Task goal — Scan the records beneath this line for the line holding "repository af8262083219af9f" and the line holding "----- reading the", then transcribe exactly those two and all lines between.

Data records —
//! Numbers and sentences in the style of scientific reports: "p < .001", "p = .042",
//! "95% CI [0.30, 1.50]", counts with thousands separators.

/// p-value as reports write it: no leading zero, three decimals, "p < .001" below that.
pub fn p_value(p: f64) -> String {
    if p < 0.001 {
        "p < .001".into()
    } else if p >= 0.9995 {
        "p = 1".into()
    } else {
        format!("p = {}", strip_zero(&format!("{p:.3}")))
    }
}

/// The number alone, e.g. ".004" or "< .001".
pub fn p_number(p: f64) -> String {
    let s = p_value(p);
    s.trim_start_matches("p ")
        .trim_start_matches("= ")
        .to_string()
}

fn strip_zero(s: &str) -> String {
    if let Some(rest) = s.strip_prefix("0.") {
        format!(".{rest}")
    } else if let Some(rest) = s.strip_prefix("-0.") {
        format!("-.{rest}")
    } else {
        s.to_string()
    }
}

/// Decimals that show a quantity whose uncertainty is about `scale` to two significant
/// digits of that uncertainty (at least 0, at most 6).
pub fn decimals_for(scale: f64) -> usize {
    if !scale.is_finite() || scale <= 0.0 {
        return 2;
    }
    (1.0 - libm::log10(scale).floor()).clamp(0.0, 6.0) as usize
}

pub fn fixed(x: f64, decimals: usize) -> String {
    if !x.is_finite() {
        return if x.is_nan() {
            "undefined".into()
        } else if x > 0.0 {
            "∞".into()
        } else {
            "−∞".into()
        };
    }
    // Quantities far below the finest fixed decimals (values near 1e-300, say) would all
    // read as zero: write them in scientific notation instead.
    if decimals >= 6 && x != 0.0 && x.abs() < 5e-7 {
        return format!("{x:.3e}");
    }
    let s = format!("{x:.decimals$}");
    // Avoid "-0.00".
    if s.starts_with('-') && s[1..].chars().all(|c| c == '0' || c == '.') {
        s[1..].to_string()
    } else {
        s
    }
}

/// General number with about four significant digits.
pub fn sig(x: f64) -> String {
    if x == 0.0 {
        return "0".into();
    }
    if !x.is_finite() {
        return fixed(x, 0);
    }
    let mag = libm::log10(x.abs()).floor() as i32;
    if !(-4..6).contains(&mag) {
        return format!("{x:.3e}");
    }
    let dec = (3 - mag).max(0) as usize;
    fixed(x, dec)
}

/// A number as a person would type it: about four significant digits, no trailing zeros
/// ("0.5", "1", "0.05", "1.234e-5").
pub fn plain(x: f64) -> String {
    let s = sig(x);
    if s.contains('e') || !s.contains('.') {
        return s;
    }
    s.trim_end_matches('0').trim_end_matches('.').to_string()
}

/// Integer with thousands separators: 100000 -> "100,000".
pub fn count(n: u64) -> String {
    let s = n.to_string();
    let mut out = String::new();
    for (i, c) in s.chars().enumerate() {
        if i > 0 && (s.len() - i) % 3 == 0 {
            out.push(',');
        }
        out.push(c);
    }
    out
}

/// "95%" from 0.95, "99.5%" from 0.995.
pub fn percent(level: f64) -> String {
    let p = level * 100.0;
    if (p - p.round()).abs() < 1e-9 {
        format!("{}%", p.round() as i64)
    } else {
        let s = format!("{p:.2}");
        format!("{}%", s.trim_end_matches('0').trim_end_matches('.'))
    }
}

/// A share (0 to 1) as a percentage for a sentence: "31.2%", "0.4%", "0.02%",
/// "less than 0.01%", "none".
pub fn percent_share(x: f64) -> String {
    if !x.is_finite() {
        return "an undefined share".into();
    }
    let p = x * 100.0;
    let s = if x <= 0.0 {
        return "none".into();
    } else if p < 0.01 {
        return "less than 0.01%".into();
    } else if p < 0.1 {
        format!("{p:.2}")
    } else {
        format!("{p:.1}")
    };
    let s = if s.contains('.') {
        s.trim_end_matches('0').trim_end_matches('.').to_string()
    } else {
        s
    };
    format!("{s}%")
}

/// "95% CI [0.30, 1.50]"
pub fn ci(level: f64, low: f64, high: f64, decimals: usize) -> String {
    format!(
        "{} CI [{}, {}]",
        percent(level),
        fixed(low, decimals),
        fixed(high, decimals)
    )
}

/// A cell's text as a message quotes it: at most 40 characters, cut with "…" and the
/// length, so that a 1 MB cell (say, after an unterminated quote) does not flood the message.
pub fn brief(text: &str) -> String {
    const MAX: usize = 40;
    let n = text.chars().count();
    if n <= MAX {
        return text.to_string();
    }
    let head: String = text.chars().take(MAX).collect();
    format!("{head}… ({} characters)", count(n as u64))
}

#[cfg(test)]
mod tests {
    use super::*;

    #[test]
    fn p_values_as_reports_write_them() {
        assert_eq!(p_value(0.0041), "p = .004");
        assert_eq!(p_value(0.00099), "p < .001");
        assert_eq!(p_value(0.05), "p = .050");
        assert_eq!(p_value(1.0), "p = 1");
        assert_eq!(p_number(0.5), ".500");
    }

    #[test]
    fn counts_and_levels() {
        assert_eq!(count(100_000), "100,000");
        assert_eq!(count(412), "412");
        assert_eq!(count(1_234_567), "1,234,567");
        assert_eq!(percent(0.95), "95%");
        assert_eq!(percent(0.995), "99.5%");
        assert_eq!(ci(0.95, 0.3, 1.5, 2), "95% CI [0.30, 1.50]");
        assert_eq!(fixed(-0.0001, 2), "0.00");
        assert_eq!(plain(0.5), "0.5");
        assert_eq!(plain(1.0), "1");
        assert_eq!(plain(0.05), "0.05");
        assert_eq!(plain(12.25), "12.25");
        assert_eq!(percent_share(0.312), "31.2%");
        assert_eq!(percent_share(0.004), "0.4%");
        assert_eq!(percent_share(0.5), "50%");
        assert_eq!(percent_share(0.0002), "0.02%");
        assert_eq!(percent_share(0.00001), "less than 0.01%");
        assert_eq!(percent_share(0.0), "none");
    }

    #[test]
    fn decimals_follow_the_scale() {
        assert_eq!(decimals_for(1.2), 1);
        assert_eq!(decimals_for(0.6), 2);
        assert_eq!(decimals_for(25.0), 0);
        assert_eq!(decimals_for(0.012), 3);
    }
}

* * *

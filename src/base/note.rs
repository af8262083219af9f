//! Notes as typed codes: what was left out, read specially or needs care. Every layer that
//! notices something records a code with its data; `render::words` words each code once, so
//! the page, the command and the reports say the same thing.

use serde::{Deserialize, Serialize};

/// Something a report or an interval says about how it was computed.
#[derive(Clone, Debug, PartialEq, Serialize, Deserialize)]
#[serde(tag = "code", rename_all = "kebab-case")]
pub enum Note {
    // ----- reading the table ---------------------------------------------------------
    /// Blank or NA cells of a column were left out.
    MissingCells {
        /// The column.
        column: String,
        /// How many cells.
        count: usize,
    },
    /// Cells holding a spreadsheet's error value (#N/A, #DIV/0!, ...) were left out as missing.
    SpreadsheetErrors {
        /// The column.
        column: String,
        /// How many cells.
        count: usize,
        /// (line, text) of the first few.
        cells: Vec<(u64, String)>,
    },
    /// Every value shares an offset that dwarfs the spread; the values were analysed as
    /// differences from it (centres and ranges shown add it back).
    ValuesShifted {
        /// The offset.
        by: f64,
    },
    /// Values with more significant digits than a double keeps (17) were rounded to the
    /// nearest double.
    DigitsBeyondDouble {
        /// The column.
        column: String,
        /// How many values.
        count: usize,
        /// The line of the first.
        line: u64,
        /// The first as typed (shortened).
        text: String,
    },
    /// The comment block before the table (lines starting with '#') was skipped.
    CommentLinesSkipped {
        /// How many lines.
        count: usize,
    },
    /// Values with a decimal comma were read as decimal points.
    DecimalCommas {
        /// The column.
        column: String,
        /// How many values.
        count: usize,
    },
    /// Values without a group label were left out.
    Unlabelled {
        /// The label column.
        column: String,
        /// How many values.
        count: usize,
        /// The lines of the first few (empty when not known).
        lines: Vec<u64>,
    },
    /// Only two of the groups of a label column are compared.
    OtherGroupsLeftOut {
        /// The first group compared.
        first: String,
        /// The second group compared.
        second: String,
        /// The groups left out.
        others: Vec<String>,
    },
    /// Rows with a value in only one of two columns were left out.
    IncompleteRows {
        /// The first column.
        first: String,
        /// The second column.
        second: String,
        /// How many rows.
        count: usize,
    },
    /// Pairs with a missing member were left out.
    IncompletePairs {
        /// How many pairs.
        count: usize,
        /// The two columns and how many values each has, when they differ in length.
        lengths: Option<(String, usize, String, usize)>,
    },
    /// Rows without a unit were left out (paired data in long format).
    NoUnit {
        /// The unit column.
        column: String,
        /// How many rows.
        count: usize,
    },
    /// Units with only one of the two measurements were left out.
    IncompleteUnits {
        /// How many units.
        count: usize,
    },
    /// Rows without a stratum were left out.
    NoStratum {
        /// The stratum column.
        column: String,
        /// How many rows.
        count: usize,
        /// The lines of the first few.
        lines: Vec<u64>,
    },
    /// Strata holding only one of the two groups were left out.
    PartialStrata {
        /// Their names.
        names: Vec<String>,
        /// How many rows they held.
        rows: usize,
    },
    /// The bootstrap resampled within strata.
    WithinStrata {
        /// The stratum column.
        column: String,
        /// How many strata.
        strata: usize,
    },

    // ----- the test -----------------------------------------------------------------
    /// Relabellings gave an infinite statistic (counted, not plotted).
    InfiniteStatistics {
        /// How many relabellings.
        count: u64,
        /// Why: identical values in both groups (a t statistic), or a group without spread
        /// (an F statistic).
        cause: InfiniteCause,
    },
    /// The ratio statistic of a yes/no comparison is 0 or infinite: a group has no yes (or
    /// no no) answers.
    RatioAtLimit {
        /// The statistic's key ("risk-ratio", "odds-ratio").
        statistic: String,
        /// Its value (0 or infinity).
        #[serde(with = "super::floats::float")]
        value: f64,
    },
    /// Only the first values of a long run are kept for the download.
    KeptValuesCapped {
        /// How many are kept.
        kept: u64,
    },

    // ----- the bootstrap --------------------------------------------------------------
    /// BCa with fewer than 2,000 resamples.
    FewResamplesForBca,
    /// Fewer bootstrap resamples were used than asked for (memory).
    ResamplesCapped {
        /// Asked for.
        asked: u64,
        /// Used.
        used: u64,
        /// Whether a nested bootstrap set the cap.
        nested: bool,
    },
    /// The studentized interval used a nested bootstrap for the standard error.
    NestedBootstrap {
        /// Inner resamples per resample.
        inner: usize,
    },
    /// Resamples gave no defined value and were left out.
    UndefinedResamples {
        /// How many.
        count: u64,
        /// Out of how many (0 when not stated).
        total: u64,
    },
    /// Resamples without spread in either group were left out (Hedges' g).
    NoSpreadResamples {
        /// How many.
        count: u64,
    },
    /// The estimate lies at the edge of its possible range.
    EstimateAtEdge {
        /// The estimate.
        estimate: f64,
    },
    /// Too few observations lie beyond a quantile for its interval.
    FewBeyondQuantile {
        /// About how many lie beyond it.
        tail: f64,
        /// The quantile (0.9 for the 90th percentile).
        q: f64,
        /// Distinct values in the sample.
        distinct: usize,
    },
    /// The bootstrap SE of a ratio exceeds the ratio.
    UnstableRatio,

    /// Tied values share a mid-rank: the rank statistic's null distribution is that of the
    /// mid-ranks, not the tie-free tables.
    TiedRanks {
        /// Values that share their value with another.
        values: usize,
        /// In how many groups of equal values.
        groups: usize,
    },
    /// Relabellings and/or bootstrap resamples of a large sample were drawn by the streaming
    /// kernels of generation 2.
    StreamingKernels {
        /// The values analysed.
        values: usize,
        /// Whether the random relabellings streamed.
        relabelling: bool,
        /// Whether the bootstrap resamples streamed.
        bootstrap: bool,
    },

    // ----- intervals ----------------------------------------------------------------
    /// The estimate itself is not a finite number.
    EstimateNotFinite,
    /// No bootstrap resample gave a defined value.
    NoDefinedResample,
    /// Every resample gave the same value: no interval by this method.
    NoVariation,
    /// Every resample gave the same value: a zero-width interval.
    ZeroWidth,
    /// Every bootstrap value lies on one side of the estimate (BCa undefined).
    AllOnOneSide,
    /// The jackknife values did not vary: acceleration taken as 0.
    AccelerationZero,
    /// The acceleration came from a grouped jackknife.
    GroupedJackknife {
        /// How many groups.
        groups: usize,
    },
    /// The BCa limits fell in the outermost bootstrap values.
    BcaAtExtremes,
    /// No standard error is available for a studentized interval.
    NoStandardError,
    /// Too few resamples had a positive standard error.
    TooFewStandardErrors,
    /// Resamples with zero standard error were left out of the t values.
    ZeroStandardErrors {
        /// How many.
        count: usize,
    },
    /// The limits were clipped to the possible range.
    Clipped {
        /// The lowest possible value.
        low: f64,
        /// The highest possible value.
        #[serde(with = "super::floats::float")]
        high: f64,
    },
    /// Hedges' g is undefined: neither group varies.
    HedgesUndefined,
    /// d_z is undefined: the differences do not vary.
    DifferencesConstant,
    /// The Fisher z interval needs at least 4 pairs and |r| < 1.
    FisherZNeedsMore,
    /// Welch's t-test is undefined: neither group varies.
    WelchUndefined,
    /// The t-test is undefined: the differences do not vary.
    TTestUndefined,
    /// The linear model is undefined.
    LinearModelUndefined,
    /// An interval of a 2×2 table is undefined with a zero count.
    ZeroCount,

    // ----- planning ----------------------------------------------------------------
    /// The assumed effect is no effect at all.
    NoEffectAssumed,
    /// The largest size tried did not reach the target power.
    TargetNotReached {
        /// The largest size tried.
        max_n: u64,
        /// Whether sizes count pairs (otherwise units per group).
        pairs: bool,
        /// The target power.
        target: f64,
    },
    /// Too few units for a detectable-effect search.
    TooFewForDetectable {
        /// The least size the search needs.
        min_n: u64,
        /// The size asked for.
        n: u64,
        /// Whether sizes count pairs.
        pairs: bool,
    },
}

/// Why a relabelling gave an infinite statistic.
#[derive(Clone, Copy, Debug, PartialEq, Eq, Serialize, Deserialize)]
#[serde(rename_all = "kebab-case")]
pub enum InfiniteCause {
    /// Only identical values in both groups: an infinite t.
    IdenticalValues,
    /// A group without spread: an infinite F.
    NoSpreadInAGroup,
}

==

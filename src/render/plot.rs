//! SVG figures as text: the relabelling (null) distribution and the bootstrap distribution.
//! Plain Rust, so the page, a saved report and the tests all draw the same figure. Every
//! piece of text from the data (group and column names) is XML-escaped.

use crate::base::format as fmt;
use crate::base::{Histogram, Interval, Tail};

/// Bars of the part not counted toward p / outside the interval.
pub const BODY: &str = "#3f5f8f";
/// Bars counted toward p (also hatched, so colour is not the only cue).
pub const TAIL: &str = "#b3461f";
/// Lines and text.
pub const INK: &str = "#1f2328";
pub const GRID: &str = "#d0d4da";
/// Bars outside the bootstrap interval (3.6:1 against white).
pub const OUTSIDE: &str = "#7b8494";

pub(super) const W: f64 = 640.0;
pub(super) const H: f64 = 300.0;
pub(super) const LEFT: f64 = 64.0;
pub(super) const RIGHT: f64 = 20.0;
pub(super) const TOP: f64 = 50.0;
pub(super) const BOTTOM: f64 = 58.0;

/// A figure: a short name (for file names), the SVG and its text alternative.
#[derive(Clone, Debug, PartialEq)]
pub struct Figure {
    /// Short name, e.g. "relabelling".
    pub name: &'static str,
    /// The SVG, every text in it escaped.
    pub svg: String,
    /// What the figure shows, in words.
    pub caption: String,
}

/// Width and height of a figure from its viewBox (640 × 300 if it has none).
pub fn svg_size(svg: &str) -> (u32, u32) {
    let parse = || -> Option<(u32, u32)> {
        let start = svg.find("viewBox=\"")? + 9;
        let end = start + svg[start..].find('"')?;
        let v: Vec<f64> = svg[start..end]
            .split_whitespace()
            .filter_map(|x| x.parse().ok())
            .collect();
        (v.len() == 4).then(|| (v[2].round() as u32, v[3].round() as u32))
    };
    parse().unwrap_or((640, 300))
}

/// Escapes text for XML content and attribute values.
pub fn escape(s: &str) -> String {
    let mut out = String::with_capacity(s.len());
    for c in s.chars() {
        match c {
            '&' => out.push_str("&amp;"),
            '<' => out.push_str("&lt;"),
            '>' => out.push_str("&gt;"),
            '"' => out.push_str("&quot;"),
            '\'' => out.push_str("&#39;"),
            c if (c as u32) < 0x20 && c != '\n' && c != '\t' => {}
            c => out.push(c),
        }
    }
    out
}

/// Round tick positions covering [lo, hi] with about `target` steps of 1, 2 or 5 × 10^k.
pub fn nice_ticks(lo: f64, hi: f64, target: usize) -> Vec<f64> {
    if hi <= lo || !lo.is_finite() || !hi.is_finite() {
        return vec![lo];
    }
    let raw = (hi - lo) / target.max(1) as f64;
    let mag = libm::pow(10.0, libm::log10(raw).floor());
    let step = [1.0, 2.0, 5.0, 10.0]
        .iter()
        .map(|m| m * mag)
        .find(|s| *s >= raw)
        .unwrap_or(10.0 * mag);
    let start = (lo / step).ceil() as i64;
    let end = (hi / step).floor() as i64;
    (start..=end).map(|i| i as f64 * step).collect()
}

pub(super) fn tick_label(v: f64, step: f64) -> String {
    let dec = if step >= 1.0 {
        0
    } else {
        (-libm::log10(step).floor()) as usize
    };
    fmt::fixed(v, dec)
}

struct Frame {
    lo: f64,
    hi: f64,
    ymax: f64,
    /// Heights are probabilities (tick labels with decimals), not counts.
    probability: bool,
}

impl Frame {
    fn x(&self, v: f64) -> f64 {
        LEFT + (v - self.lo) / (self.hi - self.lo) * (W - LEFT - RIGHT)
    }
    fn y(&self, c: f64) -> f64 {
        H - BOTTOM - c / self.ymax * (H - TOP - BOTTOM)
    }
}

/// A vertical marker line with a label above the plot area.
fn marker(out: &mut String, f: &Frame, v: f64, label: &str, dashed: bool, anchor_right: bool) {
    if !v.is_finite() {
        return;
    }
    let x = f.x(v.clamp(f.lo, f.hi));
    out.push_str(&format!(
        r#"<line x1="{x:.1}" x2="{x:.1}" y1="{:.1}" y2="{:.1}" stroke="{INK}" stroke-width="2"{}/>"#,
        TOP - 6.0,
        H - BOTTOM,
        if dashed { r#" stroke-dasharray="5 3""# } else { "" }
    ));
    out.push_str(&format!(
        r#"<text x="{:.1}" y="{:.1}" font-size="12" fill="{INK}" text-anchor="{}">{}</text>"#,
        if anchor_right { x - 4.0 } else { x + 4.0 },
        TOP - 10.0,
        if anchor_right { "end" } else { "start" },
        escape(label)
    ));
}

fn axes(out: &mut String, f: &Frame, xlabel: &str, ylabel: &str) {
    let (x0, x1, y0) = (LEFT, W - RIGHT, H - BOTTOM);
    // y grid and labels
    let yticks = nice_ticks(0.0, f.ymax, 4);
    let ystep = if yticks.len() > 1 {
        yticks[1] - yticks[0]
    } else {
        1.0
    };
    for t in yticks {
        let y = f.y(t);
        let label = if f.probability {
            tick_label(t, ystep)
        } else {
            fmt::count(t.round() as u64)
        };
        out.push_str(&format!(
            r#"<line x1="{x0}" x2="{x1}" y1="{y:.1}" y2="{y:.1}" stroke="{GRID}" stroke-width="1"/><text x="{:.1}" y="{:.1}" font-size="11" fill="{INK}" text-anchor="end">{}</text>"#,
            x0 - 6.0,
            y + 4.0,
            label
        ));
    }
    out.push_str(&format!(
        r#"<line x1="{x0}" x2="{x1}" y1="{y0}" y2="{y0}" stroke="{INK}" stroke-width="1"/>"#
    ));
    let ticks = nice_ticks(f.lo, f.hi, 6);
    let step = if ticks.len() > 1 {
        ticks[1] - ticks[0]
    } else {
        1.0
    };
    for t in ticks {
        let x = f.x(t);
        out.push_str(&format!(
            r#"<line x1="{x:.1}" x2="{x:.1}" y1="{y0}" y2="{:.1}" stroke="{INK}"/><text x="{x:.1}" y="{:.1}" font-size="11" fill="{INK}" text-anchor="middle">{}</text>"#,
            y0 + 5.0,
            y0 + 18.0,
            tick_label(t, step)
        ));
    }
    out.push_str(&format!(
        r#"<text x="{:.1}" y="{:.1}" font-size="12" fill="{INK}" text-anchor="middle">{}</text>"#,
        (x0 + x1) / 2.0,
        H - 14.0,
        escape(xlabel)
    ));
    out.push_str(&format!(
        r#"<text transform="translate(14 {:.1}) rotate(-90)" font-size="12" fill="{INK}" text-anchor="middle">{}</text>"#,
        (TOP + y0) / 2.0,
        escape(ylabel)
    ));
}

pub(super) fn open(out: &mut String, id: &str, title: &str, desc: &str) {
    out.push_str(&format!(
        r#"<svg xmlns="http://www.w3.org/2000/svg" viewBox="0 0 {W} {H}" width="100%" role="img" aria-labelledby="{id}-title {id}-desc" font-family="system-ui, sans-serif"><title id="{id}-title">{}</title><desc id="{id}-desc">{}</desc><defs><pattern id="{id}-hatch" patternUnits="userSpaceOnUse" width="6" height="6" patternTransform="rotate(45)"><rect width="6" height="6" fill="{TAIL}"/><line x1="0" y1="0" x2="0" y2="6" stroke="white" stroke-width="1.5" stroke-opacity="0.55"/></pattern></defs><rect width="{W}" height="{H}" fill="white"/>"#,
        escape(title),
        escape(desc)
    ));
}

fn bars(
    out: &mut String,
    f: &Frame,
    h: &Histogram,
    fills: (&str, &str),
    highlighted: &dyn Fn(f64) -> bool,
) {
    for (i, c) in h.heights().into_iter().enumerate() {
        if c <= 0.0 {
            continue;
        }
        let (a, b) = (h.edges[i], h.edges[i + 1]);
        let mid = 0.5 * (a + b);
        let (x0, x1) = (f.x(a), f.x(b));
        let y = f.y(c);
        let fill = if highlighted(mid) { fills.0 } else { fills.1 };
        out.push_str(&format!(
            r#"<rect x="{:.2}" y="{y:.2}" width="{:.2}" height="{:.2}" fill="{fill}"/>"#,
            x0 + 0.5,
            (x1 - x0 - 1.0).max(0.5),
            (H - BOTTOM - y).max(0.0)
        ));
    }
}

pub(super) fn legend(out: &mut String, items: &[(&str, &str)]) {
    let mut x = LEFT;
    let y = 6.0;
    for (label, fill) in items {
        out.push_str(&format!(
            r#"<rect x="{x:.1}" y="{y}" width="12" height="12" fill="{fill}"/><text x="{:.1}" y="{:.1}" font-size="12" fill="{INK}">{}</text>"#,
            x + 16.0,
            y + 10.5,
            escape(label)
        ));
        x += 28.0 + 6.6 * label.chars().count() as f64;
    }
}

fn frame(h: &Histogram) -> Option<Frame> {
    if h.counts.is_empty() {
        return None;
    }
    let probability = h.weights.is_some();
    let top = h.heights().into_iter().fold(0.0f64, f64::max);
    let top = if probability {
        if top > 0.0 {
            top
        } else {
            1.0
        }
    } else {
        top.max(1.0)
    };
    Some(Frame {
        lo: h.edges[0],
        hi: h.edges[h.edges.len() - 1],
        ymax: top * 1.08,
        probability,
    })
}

Solution —
repository af8262083219af9f
//! Notes as typed codes: what was left out, read specially or needs care. Every layer that
//! notices something records a code with its data; `render::words` words each code once, so
//! the page, the command and the reports say the same thing.

use serde::{Deserialize, Serialize};

/// Something a report or an interval says about how it was computed.
#[derive(Clone, Debug, PartialEq, Serialize, Deserialize)]
#[serde(tag = "code", rename_all = "kebab-case")]
pub enum Note {
    // ----- reading the table ---------------------------------------------------------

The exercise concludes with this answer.